Another factor was the role played by President Kuchma. By all accounts his recent trip to Washington was far from comfortable. A frank assessment of the general tone of the meetings there was conveyed by the then acting Deputy Prime Minister Serhii Tyhypko when he revealed that: "If earlier they [Ukraine's creditors] believed what we said [regarding reforms], then today they don't trust our word. Moreover, now they don't even believe what we do. They believe only in tangible results. It was made clear to us that no more funds would be made available because of our 'geopolitical location' and that we could therefore end up being an Africa in the middle of Europe."

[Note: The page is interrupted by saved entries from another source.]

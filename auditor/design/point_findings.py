"""The findings of the point checks: one point carries the slope, significance that one row
carries, predictions beyond the data.

Registered as checks in auditor/checks/design.py, which holds their ids, summaries and examples.
"""

from __future__ import annotations

from typing import TYPE_CHECKING

from auditor.design.advice import num, percent, span, trade_off
from auditor.design.claims import Claim
from auditor.design.findings import claim_cells, leverage_flagged, row_cells, x_of_row
from auditor.design.inputs import Prediction
from auditor.design.metrics import DesignMetrics
from auditor.model import Finding

if TYPE_CHECKING:
    from auditor.context import RegressionContext


def leverage_findings(
    context: RegressionContext, metrics: DesignMetrics, claim: Claim
) -> list[Finding]:
    policy = context.policy
    if claim.kind == "no-effect" or not leverage_flagged(metrics, policy.find("max_sxx_share")):
        return []  # for a "no effect" reading the spread check speaks (and names the point)
    row, drop = metrics.max_sxx_share_row, metrics.drop
    x_at = x_of_row(context, row)
    undefined = drop is not None and drop.undefined_row == row
    p_without, slope_without = metrics.top_share_p_without, metrics.top_share_slope_without
    alpha = policy.alpha
    significant = (metrics.p_slope or 1.0) < alpha
    crosses = p_without is not None and (p_without < alpha) != significant
    flips = slope_without is not None and slope_without * (metrics.slope or 0.0) < 0.0
    if undefined:
        without = "without it the other points share one x value and no slope can be fitted"
    elif p_without is not None:
        verdict = "significant" if p_without < alpha else "not significant"
        without = (
            f"without it the slope is {num(slope_without)} and p = {num(p_without)} "
            f"({verdict} at α = {alpha:g})"
        )
    else:
        without = "without it too few points remain to test the slope"
    return [
        Finding(
            check="one-point-carries-slope",
            kind="single-point-leverage",
            severity="major" if undefined or crosses or flips else "minor",
            cells=row_cells(context, row),
            message=(
                f"Row {row} (x = {num(x_at, 4)}) has leverage {num(metrics.max_leverage)} and "
                f"carries {percent(metrics.max_sxx_share)} of Sxx: the slope ({num(metrics.slope)}"
                f", p = {num(metrics.p_slope)}) rests on that one point; {without}."
            ),
            evidence={
                "row": row,
                "leverage": metrics.max_leverage,
                "leverage_bound": metrics.leverage_bound,
                "sxx_share": metrics.max_sxx_share,
                "p_without": p_without,
                "slope_without": slope_without,
            },
            fix=f"Add points between the others and x = {num(x_at, 4)} (or repeat that run) so "
            f"that no single run sets the slope, and check row {row} for a recording error. "
            + trade_off(policy),
        )
    ]


def fragile_findings(
    context: RegressionContext, metrics: DesignMetrics, claim: Claim
) -> list[Finding]:
    policy, drop = context.policy, metrics.drop
    significant = metrics.p_slope is not None and metrics.p_slope < policy.alpha
    if not significant or claim.kind == "no-effect" or drop is None or drop.crossing_row is None:
        return []
    if drop.crossing_row == metrics.max_sxx_share_row and leverage_flagged(
        metrics, policy.find("max_sxx_share")
    ):
        return []  # the far point is the reason: one-point-carries-slope reports it
    row = drop.crossing_row
    others = drop.crossing_rows - 1
    also = f" ({others} other row(s) do so too)" if others > 0 else ""
    return [
        Finding(
            check="conclusion-hinges-on-one-row",
            kind="fragile-significance",
            # Major only against an effect the author states in words: a p-value just under
            # alpha that one row can lift over it is borderline, not a claim the design fails.
            severity="major" if claim.kind == "effect" and claim.source == "text" else "minor",
            cells=_unique(row_cells(context, row) + _p_cells(context) + claim_cells(claim)),
            message=(
                f"The slope is significant (p = {num(metrics.p_slope)}), but leaving out row "
                f"{row} alone (x = {num(x_of_row(context, row), 4)}) gives p = "
                f"{num(drop.crossing_p)}{also}: the conclusion at α = {policy.alpha:g} rests on "
                f"one observation. The {percent(policy.get('confidence'))} CI of the slope is "
                f"{num(metrics.ci_low)} to {num(metrics.ci_high)}."
            ),
            evidence={
                "row": row,
                "p": metrics.p_slope,
                "p_without": drop.crossing_p,
                "rows_that_cross": drop.crossing_rows,
            },
            fix=f"Check row {row} for a recording error; report the CI rather than a yes/no, and "
            "collect more points before relying on the significance.",
        )
    ]


def extrapolation_findings(
    context: RegressionContext, metrics: DesignMetrics, claim: Claim
) -> list[Finding]:
    low, high = metrics.x_min or 0.0, metrics.x_max or 0.0
    findings = []
    outside = metrics.outside or []
    if outside:
        shown = ", ".join(f"{p.cell} at x = {num(p.x, 4)} ({p.how})" for p in outside[:5])
        more = f" and {len(outside) - 5} more" if len(outside) > 5 else ""
        far = max(outside, key=lambda p: max(low - p.x, p.x - high))
        findings.append(
            Finding(
                check="prediction-outside-x-range",
                kind="extrapolation",
                severity="major",
                cells=sorted({p.cell for p in outside}),
                message=(
                    f"{len(outside)} prediction(s) use the line outside the x range of its data "
                    f"({span(low, high)}): {shown}{more}. Beyond the data, curvature or a change "
                    "of slope cannot be ruled out, and the prediction's uncertainty grows with "
                    "the distance from the mean of x."
                ),
                evidence={"x_min": low, "x_max": high, "outside": len(outside), "far": far.x},
                fix=_extrapolation_fix(far, low, high),
            )
        )
    stated = metrics.working_range
    if stated is not None and (stated[0] < low or stated[1] > high):
        strict = bool(context.policy.find("require_linearity_evidence"))
        findings.append(
            Finding(
                check="prediction-outside-x-range",
                kind="extrapolation",
                severity="major" if strict else "minor",
                cells=[c for c in (metrics.working_range_cell, context.data.intended_x_range) if c],
                message=(
                    f"The stated working range {span(*stated)} reaches beyond the x values of "
                    f"the data ({span(low, high)}): results near its ends would be extrapolated."
                ),
                evidence={"working_low": stated[0], "working_high": stated[1]},
                fix=f"Place standards at both ends of the working range ({span(*stated)}), "
                "evenly spaced in between. " + trade_off(context.policy),
            )
        )
    return findings


def _extrapolation_fix(far: Prediction, low: float, high: float) -> str:
    if far.how.startswith("(y"):  # a reading back through a calibration: bring the sample in
        return (
            f"Bring the sample into the calibrated range {span(low, high)} (e.g. by dilution) "
            f"or add standards up to x = {num(far.x, 4)}; report no result outside the standards."
        )
    return (
        f"Collect data out to x = {num(far.x, 4)} before predicting there, or report the "
        f"prediction as outside the data ({span(low, high)}) with its widening interval."
    )


def _p_cells(context: RegressionContext) -> list[str]:
    """The cells reporting the slope's p-value: the significance that is fragile."""
    return [v.cell for k, v in sorted(context.reported.items()) if k.split("@")[0] == "p_slope"]


def _unique(cells: list[str]) -> list[str]:
    return list(dict.fromkeys(cells))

It is quite possible that prior to his Washington trip President Kuchma would have preferred to keep Mr. Pustvoitenko in office. But with Ukraine's principal strategic partner and creditors finally expressing their open dissatisfaction with the pace of reforms, Mr. Pustovoitenko's plodding incrementalism was now clearly insufficient, even a liability. Indeed, the president's return to Kyiv was accompanied by rumors that his Washington interlocutors had been blunt to the point of demanding the appointment of either a Yuschenko or a Tyhypko as prime minister. Be that as it may, the intensive consultations with the Rada on behalf of the Yuschenko candidacy - with the president insisting that he had no alternative candidate - contrasted starkly with the passivity the administration displayed when Mr. Pustovotenko lobbied the Parliament.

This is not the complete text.